Task inputs.
package org.thermotile.jobs.hotspots;

import com.fasterxml.jackson.databind.ObjectMapper;
import com.fasterxml.jackson.databind.SerializationFeature;
import com.fasterxml.jackson.databind.node.ArrayNode;
import com.fasterxml.jackson.databind.node.ObjectNode;
import java.io.IOException;
import java.io.UncheckedIOException;
import java.nio.file.Files;
import java.nio.file.Path;
import java.nio.file.StandardCopyOption;
import java.util.ArrayList;
import java.util.Comparator;
import java.util.LinkedHashMap;
import java.util.List;
import java.util.Locale;
import java.util.Map;
import org.apache.commons.math3.distribution.NormalDistribution;
import org.apache.spark.api.java.JavaSparkContext;
import org.apache.spark.sql.Row;
import org.apache.spark.sql.RowFactory;
import org.apache.spark.sql.SparkSession;
import org.locationtech.jts.geom.Coordinate;
import org.locationtech.jts.geom.Envelope;
import org.locationtech.jts.geom.Geometry;
import org.locationtech.jts.geom.GeometryFactory;
import org.locationtech.jts.geom.Polygon;
import org.locationtech.jts.geom.prep.PreparedGeometry;
import org.locationtech.jts.geom.prep.PreparedGeometryFactory;
import org.thermotile.jobs.errors.UserInputException;
import org.thermotile.jobs.io.raster.RasterGrid;
import org.thermotile.model.hotspot.AnalysisGrid;
import org.thermotile.model.hotspot.CentroidBand;
import org.thermotile.model.hotspot.DistanceBand;
import org.thermotile.model.hotspot.ExcessBand;
import org.thermotile.model.hotspot.GlobalMoments;
import org.thermotile.model.hotspot.MoransI;
import org.thermotile.model.hotspot.ZoneSums;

Task directions. When you reach the line containing "import java.io.IOException;" in the data above, start copying exactly, and stop after the line containing "import org.thermotile.model.hotspot.ExcessBand;".

Response area.
import java.io.IOException;
import java.io.UncheckedIOException;
import java.nio.file.Files;
import java.nio.file.Path;
import java.nio.file.StandardCopyOption;
import java.util.ArrayList;
import java.util.Comparator;
import java.util.LinkedHashMap;
import java.util.List;
import java.util.Locale;
import java.util.Map;
import org.apache.commons.math3.distribution.NormalDistribution;
import org.apache.spark.api.java.JavaSparkContext;
import org.apache.spark.sql.Row;
import org.apache.spark.sql.RowFactory;
import org.apache.spark.sql.SparkSession;
import org.locationtech.jts.geom.Coordinate;
import org.locationtech.jts.geom.Envelope;
import org.locationtech.jts.geom.Geometry;
import org.locationtech.jts.geom.GeometryFactory;
import org.locationtech.jts.geom.Polygon;
import org.locationtech.jts.geom.prep.PreparedGeometry;
import org.locationtech.jts.geom.prep.PreparedGeometryFactory;
import org.thermotile.jobs.errors.UserInputException;
import org.thermotile.jobs.io.raster.RasterGrid;
import org.thermotile.model.hotspot.AnalysisGrid;
import org.thermotile.model.hotspot.CentroidBand;
import org.thermotile.model.hotspot.DistanceBand;
import org.thermotile.model.hotspot.ExcessBand;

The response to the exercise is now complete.